As per history, He did not have any daughter. He had four sons. Later on, when He created Khalsa, all men and women who take Amrit call themselves children of Guru Gobind Singh ji.


----------



## Mai Harinder Kaur (Feb 12, 2007)

Arvind said:


> As per history, He did not have any daughter. He had four sons. Later on, when He created Khalsa, all men and women who take Amrit call themselves children of Guru Gobind Singh ji.


 
"History" is not always accurate or complete. Right now I am following a lively debate in another forum about how many wives Guru Gobind Ji had.

Also, at this time, the birth and even existence of daughters was often not recorded. 
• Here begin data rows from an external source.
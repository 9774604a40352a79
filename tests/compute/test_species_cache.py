"""The species index: a species cached whole, read back equal, and refused whenever anything is off."""

from __future__ import annotations

import json
import os
import subprocess
import sys

import pytest

from notelsp.chem import analyse
from notelsp.compute import GeometryPool, cache, species_cache, worker
from notelsp.compute.geometry import failure, start_structures
from notelsp.compute.method import METHOD, Limits, versions
from notelsp.compute.result import ComputedSpecies, geometry_from_dict, geometry_to_dict
from notelsp.notation import parse_formula


def fake_species(text: str = "PCl3F2", became: dict[int, str] | None = None) -> ComputedSpecies:
    """A plausible species without computing: each start marked converged, each structure stored."""
    structures = []
    for index, start in enumerate(start_structures(analyse(parse_formula(text)))):
        raw = geometry_to_dict(failure(start, "x"))
        raw.update(failed=None, converged=True, energy_ev=-100.0 - index, steps=3, wall_time_s=0.1)
        geometry = geometry_from_dict(raw)
        cache.store(geometry)
        if became and index in became:
            from dataclasses import replace

            geometry = replace(geometry, became=became[index])
        structures.append(geometry)
    from notelsp.compute.result import ordered

    return ComputedSpecies(structures[0].species, structures[0].charge, METHOD, versions(), ordered(structures))


def species_file(text: str):
    return species_cache.species_path(species_cache.species_key(text, None, Limits()))


def test_a_species_comes_back_equal_with_its_isomers_in_order():
    stored = fake_species("PCl3F2", became={1: "two Cl axial"})
    species_cache.store("PCl3F2", None, Limits(), stored)
    found = species_cache.load("PCl3F2")
    assert found is not None and found.cached == len(stored.structures) > 1
    assert found.structures == stored.structures and found.notes == stored.notes
    assert found.relative_energies_kj_mol() == stored.relative_energies_kj_mol()


def test_the_key_holds_the_text_the_spin_the_bounds_and_the_code(monkeypatch):
    species_cache.store("NH3", None, Limits(), fake_species("NH3"))
    assert species_cache.load("NH3") is not None
    assert species_cache.load("NH3", unpaired=2) is None
    assert species_cache.load("NH3", limits=Limits(fmax_ev_per_a=0.05)) is None
    assert species_cache.load("NH₃") is None  # another text is another key (the review keys by text)
    monkeypatch.setattr(species_cache, "code_fingerprint", lambda: "another build of the chemistry")
    assert species_cache.load("NH3") is None


def test_a_species_with_a_failed_structure_is_not_indexed():
    stored = fake_species("NH3")
    broken = ComputedSpecies(stored.species, stored.charge, METHOD, versions(),
                             (failure(start_structures(analyse(parse_formula("NH3")))[0], "ran out of time"),))
    species_cache.store("NH3", None, Limits(), broken)
    assert not species_file("NH3").exists()


@pytest.mark.parametrize("group, unavailable", [("D3d", None), (None, "the point group depends on the stereoisomer")])
def test_the_point_group_of_a_molecule_model_comes_back_with_it(group, unavailable):
    from dataclasses import replace

    stored = replace(fake_species("NH3"), model_point_group=group, model_unavailable=unavailable)
    species_cache.store("NH3", None, Limits(), stored)
    found = species_cache.load("NH3")
    assert (found.model_point_group, found.model_unavailable) == (group, unavailable)


def test_a_skipped_species_is_indexed_with_its_reason():
    skipped = ComputedSpecies("C(OH)4", 0, METHOD, versions(), (), "ligands that are groups are not built yet")
    species_cache.store("C(OH)4", None, Limits(), skipped)
    assert species_cache.load("C(OH)4") == skipped


def test_a_missing_or_changed_structure_entry_is_a_miss():
    stored = fake_species("NH3")
    species_cache.store("NH3", None, Limits(), stored)
    (entry,) = [p for p in cache.cache_root().iterdir() if not p.name.startswith("species-")]
    payload = json.loads(entry.read_text())
    payload["geometry"]["positions"][1][0] += 0.5  # still a valid geometry, and its key still matches
    entry.write_text(json.dumps(payload))
    assert species_cache.load("NH3").structures[0].positions[1] != stored.structures[0].positions[1]
    payload["geometry"]["start"][1][0] += 0.5  # the start no longer hashes to the file's name
    entry.write_text(json.dumps(payload))
    assert species_cache.load("NH3") is None
    entry.unlink()
    assert species_cache.load("NH3") is None


@pytest.mark.parametrize("mangle", [
    lambda p: p.write_bytes(b"\xff\xfe not utf-8"),
    lambda p: p.write_text("{" * 10_000),
    lambda p: p.write_text("[" * 3 + "]" * 3),
    lambda p: p.write_text(json.dumps({"key": "x", "species": {}})),
    lambda p: p.write_text(" " * (species_cache.MAX_FILE_BYTES + 1)),
    lambda p: _edit(p, lambda d: d["species"]["structures"][0].update(entry="../../../etc/passwd")),
    lambda p: _edit(p, lambda d: d["species"]["structures"][0].update(entry="0" * 32)),
    lambda p: _edit(p, lambda d: d["species"].update(species="PH3")),
    lambda p: _edit(p, lambda d: d["species"].update(charge=True)),
    lambda p: _edit(p, lambda d: d["species"].update(skipped="both a reason and structures")),
    lambda p: _edit(p, lambda d: d["species"]["structures"][0].update(extra=1)),
    lambda p: _edit(p, lambda d: d["species"].update(structures=[d["species"]["structures"][0]] * 65)),
    lambda p: _edit(p, lambda d: d["species"].update(notes="not a list")),
    lambda p: _edit(p, lambda d: d["species"].update(model={"point_group": "C2v; rm -rf"})),
    lambda p: _edit(p, lambda d: d["species"].update(model={"point_group": "C2v", "unavailable": "both"})),
    lambda p: _edit(p, lambda d: d["species"].update(model={"unavailable": 12})),
    lambda p: _edit(p, lambda d: d["species"].update(model=["C2v", True])),
])
def test_a_corrupt_or_hostile_index_file_is_a_miss_never_an_error(mangle):
    species_cache.store("NH3", None, Limits(), fake_species("NH3"))
    mangle(species_file("NH3"))
    assert species_cache.load("NH3") is None


def _edit(path, change) -> None:
    data = json.loads(path.read_text())
    change(data)
    path.write_text(json.dumps(data))


@pytest.mark.skipif(not hasattr(os, "symlink"), reason="no symbolic links here")
def test_a_link_in_place_of_an_index_file_is_not_followed(tmp_path):
    species_cache.store("NH3", None, Limits(), fake_species("NH3"))
    path = species_file("NH3")
    target = tmp_path / "elsewhere.json"
    target.write_bytes(path.read_bytes())
    path.unlink()
    path.symlink_to(target)
    assert species_cache.load("NH3") is None


def test_the_pool_answers_an_indexed_species_without_building_or_starting_workers(monkeypatch):
    import notelsp.compute.pool as pool_module

    stored = fake_species("SF4")
    species_cache.store("SF4", None, Limits(), stored)

    def no_building(*args):
        raise AssertionError("an indexed species was built again")

    monkeypatch.setattr(pool_module, "_structures", no_building)
    heard = []
    with GeometryPool() as pool:
        (found,) = pool.compute(["SF4"], on_species=heard.append)
        assert pool._executor is None  # no worker process was started
    assert found.structures == stored.structures and heard == [found]


def test_the_pool_indexes_a_species_whose_structures_all_came_from_their_entries():
    stored = fake_species("ClF3")
    with GeometryPool() as pool:
        (found,) = pool.compute(["ClF3"])
        assert pool._executor is None
    assert found.cached == len(stored.structures)
    assert species_cache.load("ClF3").structures == found.structures


def test_reading_the_index_loads_no_chemistry_numpy_or_calculator(private_cache):
    species_cache.store("NH3", None, Limits(), fake_species("NH3"))
    code = ("import sys\n"
            "from notelsp.compute import species_cache\n"
            "assert species_cache.load('NH3') is not None\n"
            "print(sorted(m for m in sys.modules if m.split('.')[0] in ('numpy', 'rdkit', 'tblite', 'ase')"
            " or m.startswith('notelsp.chem')))\n")
    env = {**os.environ, "XDG_CACHE_HOME": str(private_cache.parent.parent)}
    env.pop("NOTELSP_CACHE_DIR", None)
    done = subprocess.run([sys.executable, "-c", code], capture_output=True, text=True, env=env, timeout=120)
    assert done.returncode == 0, done.stderr
    assert done.stdout.strip() == "[]"


@pytest.mark.parametrize("written", ['smiles "CO"', "HOCl @O", "SO4^2-", "[ICl4]-", "NH₄⁺", "CH3COOH"])
def test_a_species_is_asked_for_as_it_was_written(written):
    formula = parse_formula(written)
    again = parse_formula(formula.written)
    assert (again.text, again.centre, again.charge, again.smiles) == (
        formula.text, formula.centre, formula.charge, formula.smiles)


def test_a_worker_that_cannot_load_answers_as_geometry_failure_does():
    (start,) = start_structures(analyse(parse_formula("NH3")))
    assert geometry_from_dict(worker._failure(start.to_dict(), "why")) == failure(start, "why")


def _touched_fingerprint(path) -> str:
    """The species fingerprint with ``path``'s modification time moved on by 1 ns (restored after)."""
    from notelsp.user_cache import file_stamps

    status = path.stat()
    try:
        os.utime(path, ns=(status.st_atime_ns, status.st_mtime_ns + 1))
        species_cache.code_fingerprint.cache_clear()
        file_stamps.cache_clear()
        return species_cache.code_fingerprint()
    finally:
        os.utime(path, ns=(status.st_atime_ns, status.st_mtime_ns))
        species_cache.code_fingerprint.cache_clear()
        file_stamps.cache_clear()


def test_the_fingerprint_follows_the_chemistry_and_not_the_review():
    from pathlib import Path

    import notelsp

    package = Path(notelsp.__file__).resolve().parent
    before = species_cache.code_fingerprint()
    assert _touched_fingerprint(package / "chem" / "vsepr.py") != before  # builds structures
    assert _touched_fingerprint(package / "review" / "settings.py") == before  # only judges them
    assert species_cache.code_fingerprint() == before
I will accept that he had no physical daughters. But I did want to ask if anyone had any different information.


----------



## MKAUR1981 (Feb 13, 2007)

WJKK WJKF

Mai

Some people thinK that Guru Gobind had 3 wives, he had only 1 wife.

In a Nutshell:
He was married to Mata Jeeto, but as tradition was at the time her name was changed to Mata Sunderi (by Guru Ji's mother Mata Gujri, as she was beautiful). So Mata Jeeto and Mata Sunderi = same woman.

Mata Sahib Kaur:
Her father, Ramu Bassi wished to marry her to Guru Gobind Singh, but Guru Ji was already married. Apparently her father had already announced to everyone in his village that he was going to get his daughter married, and therefore if he went back with his daughter, it would insult his honour. Guru Ji said that he cannot marry and take on a second wife. However he allowed Mata Sahib to stay and serve the Guru Ji and the community. This put Ramu Bassi in more of a dilemna as he was concerned that she will never be a mother. Guru Gobind Singh said that she will be a Mother to those children who everyone will remember.

Now when anyone takes amrit Guru Gobind singh is your spiritual father and Mata Sahib Kaur is your spitirual mother. Mata Sahib Kaur is known as Mother of Kalsa and she was the one who put Patasa in the water for the first Amrit ceremony.

Bhul chuk maaf. If I am wrong or some one needs to add anything, please feel free to do so.


----------



## Arvind (Feb 13, 2007)

Mai said:


> "History" is not always accurate or complete. Right now I am following a lively debate in another forum about how many wives Guru Gobind Ji had.
> 
> Also, at this time, the birth and even existence of daughters was often not recorded.
> 
> I will accept that he had no physical daughters. But I did want to ask if anyone had any different information.


For other Gurus, daughter's names are recorded in history, so I dont think it is an issue in sikhi during Gurus' times.


----------